In 1992, when the Republicans controlled Congress, the independent counsel act was allowed to lapse. Democrats continued to push for renewal of the act. See Senator Levin’s remarks in 1993 arguing that Lawrence Walsh’s investigation had garnered public confidence and was not a whitewash. Levin acknowledged various problems with the existing arrangements and he proposed various methods for reform. The Act was reenacted in 1994. Five years later, after Kenneth Starr’s investigation resulted in the impeachment of President Bill Clinton, the act expired without support from either party, or from good government groups that initially supported it, including Common Cause.  

Discussion Questions

  • Should Congress give serious consideration to reinstituting some kind of arrangement for an Independent Counsel? If so, what executive offices should fall within its potential jurisdiction and what would be the mechanism for triggering the appointment of an Independent Counsel?
  • In the absence of an Independent Counsel, how can the executive branch minimize the conflict-of-interest involved in the examination of high-level executive branch wrongdoing?
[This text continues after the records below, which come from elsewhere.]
-- Drives Neovim 0.11 over one kit, with the files of editors/neovim and editors/vim as a user has them.
-- Must not configure anything itself.

local line, byte = tonumber(vim.env.LINE), tonumber(vim.env.BYTE)

local function step(text)
  io.stdout:write("\nstep: " .. text .. "\n")
end

local function fail(text)
  io.stdout:write("FAILED: " .. text .. "\n")
  vim.cmd("cquit 1")
end

--- Wait until a function gives something, and give that.
local function await(what, get)
  local found
  vim.wait(20000, function()
    found = get()
    return found
  end, 20)
  return found or fail("waited in vain for " .. what)
end

--- Ask the server, as the editor would.
local function ask(method, params)
  local answers = vim.lsp.buf_request_sync(0, method, params, 20000) or {}
  for _, answer in pairs(answers) do
    return answer.result
  end
end

local function mistake()
  for _, d in ipairs(vim.diagnostic.get(0)) do
    if d.code == "syntax.unit" then
      return d
    end
  end
end

local function drive()
  vim.cmd.edit(vim.env.KIT)
  local client = await("the server", function() return vim.lsp.get_clients({ bufnr = 0, name = "derate" })[1] end)
  step("Neovim " .. tostring(vim.version()) .. " starts " .. client.name .. ", columns in " .. client.offset_encoding)

  local found = await("the finding", mistake)
  if found.lnum + 1 ~= line or found.col + 1 ~= byte then
    fail(("the finding is at %d:%d"):format(found.lnum + 1, found.col + 1))
  end
  step(("finding at line %d, byte %d: %s"):format(line, byte, found.message:match("^[^\n]*")))

  vim.api.nvim_win_set_cursor(0, { line, 6 })
  vim.lsp.buf.hover()
  local shown = await("hover", function()
    for _, window in ipairs(vim.api.nvim_list_wins()) do
      if vim.api.nvim_win_get_config(window).relative ~= "" then
        return table.concat(vim.api.nvim_buf_get_lines(vim.api.nvim_win_get_buf(window), 0, -1, false), "\n")
      end
    end
  end)
  if not shown:find("bleeder", 1, true) then
    fail("hover shows " .. shown)
  end
  step("hover explains bleeder")

  local hints = await("hints", function()
    local all = vim.lsp.inlay_hint.get({ bufnr = 0 })
    return #all > 0 and all
  end)
  local idle = vim.iter(hints):find(function(h) return vim.inspect(h.inlay_hint.label):find("rail idle", 1, true) end)
  if not idle then
    fail("no hint gives the idle rail: " .. vim.inspect(hints))
  end
  step(("%d hints, one: %s"):format(#hints, vim.inspect(idle.inlay_hint.label)))

  vim.api.nvim_win_set_cursor(0, { line, byte })
  vim.lsp.buf.code_action({ apply = true, filter = function(a) return a.isPreferred end })
  await("the quick fix", function()
    return vim.api.nvim_buf_get_lines(0, line - 1, line, false)[1]:find("±5 %% 3 W per rail")
  end)
  step("quick fix: " .. vim.trim(vim.api.nvim_get_current_line()))
  await("the finding to clear", function() return not mistake() end)
  step("the finding clears")

  vim.lsp.buf.format({ timeout_ms = 20000 })
  vim.cmd.write()
  step("formatted and saved")
  local names = ask("textDocument/documentSymbol", { textDocument = vim.lsp.util.make_text_document_params(0) })
  step(("outline of %d blocks"):format(#names))
  client:stop()
  await("the server to end", function() return client:is_stopped() end)
  step("the server shut down")
end

local done, why = xpcall(drive, debug.traceback)
if not done then
  fail(why)
end
vim.cmd("qall!")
Are there ways that Congress can better police executive wrongdoing?

Additional Resources

  • Lawrence Walsh, Firewall: The Iran-Contra Conspiracy and Cover-Up. (W. W. Norton & Company, 1998) (952 pp.)
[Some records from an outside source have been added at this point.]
;;; emacs.el --- Drives Emacs with eglot over one kit, with the files of editors/emacs -*- lexical-binding: t; -*-

;; Must not configure anything but what the README of editors/emacs tells a user to.

;;; Code:

;; a batch run leaves out what an interactive start does by itself
(package-activate-all)
(require 'ampspec-mode)
(add-hook 'ampspec-mode-hook #'eglot-ensure)

(defun step (format &rest arguments)
  "Tell of a step: FORMAT with ARGUMENTS."
  (princ (concat "step: " (apply #'format format arguments) "\n")))

(defun await (what get)
  "Wait until GET gives something, and give that; WHAT is waited for."
  (let ((until (+ (float-time) 20)) found)
    (while (not (or (setq found (funcall get)) (> (float-time) until)))
      (accept-process-output nil 0.02))
    (or found (error "Waited in vain for %s" what))))

(defun mistake ()
  "The finding that the kit was given."
  (seq-find (lambda (d) (string-match-p "apparent power" (flymake-diagnostic-text d)))
            (flymake-diagnostics)))

(defun line-text ()
  "The line at point."
  (string-trim (buffer-substring-no-properties (line-beginning-position) (line-end-position))))

(defun drive ()
  "Every step."
  (find-file (getenv "KIT"))
  (unless (eq major-mode 'ampspec-mode) (error "The mode is %s" major-mode))
  (run-hooks 'post-command-hook)
  (let* ((server (await "the server" #'eglot-current-server))
         (found (await "the finding" #'mistake))
         (line (string-to-number (getenv "LINE")))
         (character (string-to-number (getenv "CHARACTER"))))
    (goto-char (flymake-diagnostic-beg found))
    (unless (and (= (line-number-at-pos) line) (= (1+ (current-column)) character))
      (error "The finding is at %d:%d" (line-number-at-pos) (1+ (current-column))))
    (step "Emacs %s with eglot: finding at line %d, character %d: %s" emacs-version line character
          (car (split-string (flymake-diagnostic-text found) "\n")))

    (back-to-indentation)
    (let ((hover (jsonrpc-request server :textDocument/hover (eglot--TextDocumentPositionParams))))
      (unless (string-match-p "bleeder" (eglot--hover-info (plist-get hover :contents)))
        (error "Hover shows %s" hover)))
    (step "hover explains bleeder")

    (goto-char (flymake-diagnostic-beg found))
    (let* ((actions (eglot-code-actions (point) (flymake-diagnostic-end found) "quickfix"))
           (fix (seq-find (lambda (a) (eq t (plist-get a :isPreferred))) actions)))
      (eglot--apply-workspace-edit (plist-get fix :edit)))
    (unless (string-suffix-p "±5 % 3 W per rail" (line-text)) (error "The fix makes %s" (line-text)))
    (step "quick fix: %s" (line-text))
    (eglot--signal-textDocument/didChange)
    (await "the finding to clear" (lambda () (not (mistake))))
    (step "the finding clears")

    (eglot-format-buffer)
    (save-buffer)
    (step "formatted and saved")
    (eglot-shutdown server)
    (step "the server shut down")))

(condition-case why
    (drive)
  (error (princ (format "FAILED: %s\n" (error-message-string why)))
         (kill-emacs 1)))
(kill-emacs 0)
;;; emacs.el ends here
  • Katy J. Harriger, The Special Prosecutor in American Politics (University of Kansas Press, 2000)(Second edition, revised)
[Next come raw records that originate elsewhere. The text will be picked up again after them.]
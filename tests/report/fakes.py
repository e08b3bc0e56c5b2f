"""A fit made by hand, with the attributes reports read: an 8 x 8 array, 60 units, waves, known numbers.

Nothing here was fitted. Numbers a test compares with are written out below or follow from them by a formula that
stands in the test.
"""

from __future__ import annotations

from dataclasses import dataclass, field, replace
from pathlib import Path

import numpy as np
import pandas as pd

from kernelfit.diagnostics.goodness import Goodness, goodness_of_fit
from kernelfit.engine.compensator import Compensator
from kernelfit.errors import Unavailable
from kernelfit.kernels.parametric import Gaussian
from kernelfit.model.coupling import CouplingModel
from kernelfit.recording.recording import Origin, Recording, SourceFile

PITCH_UM = 200.0
DURATION_S = 240.0
AMPLITUDE, AMPLITUDE_LOW, AMPLITUDE_HIGH = 0.1133, 0.0862, 0.1398  # 12.0 % (9.0 to 15.0) of the rate
LENGTH, LENGTH_LOW, LENGTH_HIGH = 262.0, 221.0, 311.0
MODEL = CouplingModel(kernel="gaussian", bin_width=0.005)
LEAK, LEAK_LOW, LEAK_HIGH = 76.9, 66.7, 90.9  # 13.0 ms (11.0 to 15.0)


@dataclass(frozen=True)
class FakeSolver:
    converged: bool = True
    n_iterations: int = 14
    max_gradient: float = 3e-7
    message: str = "the score is zero to rounding"
    starts: int = 4


@dataclass(frozen=True)
class FakeVerdict:
    found: bool = True
    p_value: float = 1e-9
    sentence: str = "The coupling improves the fit by more than chance would."


@dataclass(frozen=True)
class FakeNote:
    severity: str
    what: str
    where: str
    remedy: str


@dataclass(frozen=True)
class FakeScoreTest:
    statistic: float = 812.4
    df: int = 300
    p_value: float = 1e-12
    bits_per_spike: float = 0.05
    sentence: str = "After-spike terms would improve the fit"


@dataclass(frozen=True)
class FakeRates:
    time_s: np.ndarray
    rate_hz: np.ndarray
    counts: np.ndarray


@dataclass(frozen=True, eq=False)
class FakeFit:
    recording: Recording
    model: CouplingModel = MODEL
    converged: bool = True
    verdict: FakeVerdict = FakeVerdict()
    notes: tuple[FakeNote, ...] = ()
    solver: FakeSolver = FakeSolver()
    second_optimum: str | None = None
    covariance_kind: str = "robust"
    after_spike_test: FakeScoreTest | None = None
    ratio: float = 3.1
    sign: float = 1.0
    version: str = "0.1.0"
    created: str = "2026-12-01T12:00:00+00:00"
    n_iterations: int = 14
    block_length_s: float = 2.4
    n_blocks: int = 100
    spectral_radius: float = 0.42
    seconds: float = 3.2
    seed: int = 0
    reference_distance_um: float = PITCH_UM
    extra_parameters: tuple[tuple[str, float, float, float, str, str], ...] = field(default=())

    @property
    def unit_ids(self):
        return self.recording.unit_ids

    @property
    def positions(self):
        return self.recording.positions

    @property
    def origin(self):
        return self.recording.origin

    @property
    def duration_s(self):
        return self.recording.duration

    @property
    def n_bins(self):
        return round(self.duration_s / self.model.bin_width)

    @property
    def n_spikes(self):
        return self.recording.n_spikes

    @property
    def window_bounds(self):
        return self.recording.window_bounds

    log_likelihood = -98_765.432
    null_log_likelihood = -104_321.0
    n_parameters = 363
    aic = 198_256.9
    bic = 201_004.2

    @property
    def leak_rate(self):
        return LEAK if self.model.leak_rate is None else self.model.leak_rate

    @property
    def time_constant(self):
        return 1.0 / self.leak_rate

    @property
    def parameters(self):
        low, high = sorted((self.sign * AMPLITUDE_LOW, self.sign * AMPLITUDE_HIGH))
        fixed = self.model.leak_rate is not None
        nan = float("nan")
        shrink = 1.0 if self.covariance_kind == "robust" else 1.0 / self.ratio

        def ends(value: float, a: float, b: float) -> tuple[float, float]:
            return value - (value - a) * shrink, value + (b - value) * shrink

        rows = [
            ("amplitude", self.sign * AMPLITUDE, *ends(self.sign * AMPLITUDE, low, high), "per spike", ""),
            ("length_um", LENGTH, *ends(LENGTH, LENGTH_LOW, LENGTH_HIGH), "µm", ""),
            *self.extra_parameters,
            ("leak_rate", self.leak_rate, nan, nan, "1/s", "fixed")
            if fixed
            else ("leak_rate", LEAK, *ends(LEAK, LEAK_LOW, LEAK_HIGH), "1/s", ""),
        ]
        table = pd.DataFrame(rows, columns=["name", "estimate", "lower", "upper", "unit", "note"]).set_index("name")
        table.insert(1, "std_error", (table.upper - table.lower) / 3.97)
        return table

    @property
    def std_errors(self):
        robust = replace(self, covariance_kind="robust").parameters.std_error
        return pd.DataFrame({"model": robust / self.ratio, "robust": robust, "ratio": self.ratio + 0 * robust})

    def with_covariance(self, kind):
        return replace(self, covariance_kind=kind)

    @property
    def baselines(self):
        rate = 0.55 * self.recording.units.rate_hz
        silent = rate == 0
        estimate = np.log(rate.where(~silent, 1.0)).where(~silent, -np.inf)
        return pd.DataFrame(
            {
                "estimate": estimate,
                "std_error": pd.Series(0.05, index=rate.index).where(~silent, np.nan),
                "lower": (estimate - 0.1).where(~silent, np.nan),
                "upper": (estimate + 0.1).where(~silent, np.nan),
                "rate_hz": rate,
                "note": ["silent: not estimable" if s else "" for s in silent],
            }
        )

    def _curve(self, amplitude: float):
        return Gaussian().at(amplitude=amplitude, length_um=LENGTH, reference_um=PITCH_UM)

    def kernel(self, distances_um):
        return self._curve(self.sign * AMPLITUDE)(np.asarray(distances_um))

    def kernel_band(self, distances_um, level=0.95, simultaneous=False):
        d = np.asarray(distances_um, dtype=float)
        estimate = self.kernel(d)
        ends = np.stack([self._curve(self.sign * a)(d) for a in (AMPLITUDE_LOW, AMPLITUDE_HIGH)])
        return pd.DataFrame({"distance_um": d, "estimate": estimate, "lower": ends.min(0), "upper": ends.max(0)})

    @property
    def pairs_by_distance(self):
        x = self.positions
        d = np.sqrt(((x[:, None] - x[None]) ** 2).sum(-1))[np.triu_indices(len(x), 1)]
        d = d[d >= 1.0]
        values, counts = np.unique(np.round(d, 6), return_counts=True)
        return pd.DataFrame({"distance_um": values, "n_pairs": counts})

    def after_spike_curves(self, lags_s):
        if self.after_spike_test is not None:
            return Unavailable('the model has no after-spike term (after_spike="none")')
        rng = np.random.default_rng(5)
        depth = rng.uniform(1.0, 4.0, len(self.unit_ids))[:, None]
        rebound = rng.uniform(0.0, 0.8, len(self.unit_ids))[:, None]
        curves = np.exp(-depth * np.exp(-lags_s / 0.004) + rebound * np.exp(-lags_s / 0.08))
        curves[self.recording.counts == 0] = np.nan
        return curves

    def goodness(self, recording=None, seed=0):
        return fake_goodness(self.recording, seed=seed)

    def fitted_rates(self, start_s, stop_s, recording=None):
        width = self.model.bin_width
        n = round((stop_s - start_s) / width)
        edges = start_s + width * np.arange(n + 1)
        counts = np.stack([np.histogram(t, edges)[0] for t in self.recording.trains], axis=1)
        trace = np.zeros(n)
        decay = np.exp(-width * 4.0)
        for k in range(1, n):
            trace[k] = decay * (trace[k - 1] + counts[k - 1].sum() / counts.shape[1])
        rate = self.recording.units.rate_hz.to_numpy()[None] * (0.4 + 1.4 * trace[:, None])
        return FakeRates(edges[:-1], np.where(rate > 0, rate, np.nan), counts)

    def save(self, path):
        Path(path).write_text('{"kernelfit": "0.1.0"}\n', encoding="utf-8")

    def summary(self):
        return "a fake"


def fake_recording(
    n_units: int = 60, *, ids: tuple[str, ...] | None = None, seed: int = 11, duration_s: float = DURATION_S
) -> Recording:
    """Waves every ten seconds or so over an 8 x 8 grid; every seventh unit shares a site; the last one is silent."""
    rng = np.random.default_rng(seed)
    grid = PITCH_UM * np.array([(k % 8, k // 8) for k in range(64)], dtype=float)
    place = np.array([grid[(k - k // 7) % 64] for k in range(n_units)])
    if n_units > 64:  # a larger array, for tables and pictures of many units
        side = int(np.ceil(np.sqrt(n_units)))
        place = 60.0 * np.array([(k % side, k // side) for k in range(n_units)], dtype=float)
    base = rng.lognormal(np.log(1.2), 0.8, n_units)
    waves = np.cumsum(rng.exponential(10.0, 200))
    waves = waves[waves < duration_s]
    trains = []
    for k in range(n_units):
        times = [rng.uniform(0, duration_s, rng.poisson(base[k] * duration_s))]
        for w in waves:
            arrival = w + place[k, 0] / 800.0
            times.append(arrival + rng.exponential(0.5, rng.poisson(4.0 * base[k])))
        train = np.unique(np.round(np.concatenate(times), 5))
        trains.append(train[(train > 0) & (train < duration_s)])
    trains[-1] = np.empty(0)
    names = ids or tuple(f"u{k:02d}" for k in range(n_units))
    return Recording(
        unit_ids=names,
        positions=place,
        trains=tuple(trains),
        window_bounds=np.array([[0.0, duration_s]]),
        origin=Origin(
            files=(
                SourceFile("spikes", "slice-04.spikes.csv.gz", "a3" * 32),
                SourceFile("sites", "slice-04.sites.csv", "b7" * 32),
            ),
            windows_stated=False,
        ),
    )


def fake_goodness(recording: Recording, *, bend: float = 0.35, right_every: int = 2, seed: int = 0) -> Goodness:
    """Goodness of a model that is right for every second unit (or every tenth) and bent for the rest, pooled right."""
    rng = np.random.default_rng(seed + 3)

    def times(n: int, shape: float) -> np.ndarray:
        return np.cumsum(rng.gamma(shape, 1.0 / shape, n))

    unit, before, count, total = [], [], [], []
    for k, n in enumerate(recording.counts):
        t = times(int(n), 1.0 if k % right_every == 0 else 1.0 - bend)
        unit.append(np.full(n, k, dtype=np.int32))
        before.append(t)
        count.append(np.ones(n, dtype=np.int64))
        total.append(float(t[-1]) + 1.0 if n else 0.0)
    n_all = int(recording.counts.sum())
    pooled = times(n_all, 1.0)
    compensator = Compensator(
        unit=np.concatenate(unit),
        before=np.concatenate(before),
        within=np.full(n_all, 1e-9),
        count=np.concatenate(count),
        total=np.array(total),
        pooled_before=pooled,
        pooled_within=np.full(n_all, 1e-9),
        pooled_count=np.ones(n_all, dtype=np.int64),
        pooled_total=float(pooled[-1]) + 1.0,
    )
    return goodness_of_fit(
        compensator,
        recording.unit_ids,
        log_likelihood=-98_765.4,
        null_log_likelihood=-104_321.0,
        saturated_log_likelihood=-52_000.0,
        n_spikes=n_all,
        seed=seed,
    )


def fake_fit(**changes: object) -> FakeFit:
    """A converged fit with coupling; fields can be changed by name."""
    recording = changes.pop("recording", None) or fake_recording()
    return FakeFit(recording=recording, **changes)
  • U.S. v. I. Lewis Libby (2007). The successful prosecution of Scooter Libby, Vice-President Cheney’s Chief of Staff, was accomplished by Special Counsel, Patrick J. Fitzgerald. Some consider the Libby case evidence that Special Counsel Arrangements can work without an Independent Counsel system. Others considered the Libby prosecution as evidence of the same problems that existed with the Independent Counsel system. To wit, Fitzgerald was appointed to investigate leaks and he ended up prosecuting Libby for perjury, even though nobody was prosecuted for leaking. President Bush commuted Libby’s sentence, but declined to pardon him. The commutation was criticized by Rep. Wexler as an abuse of power. On the other hand, Vice President Cheney strongly disagreed with President Bush’s refusal to pardon Libby.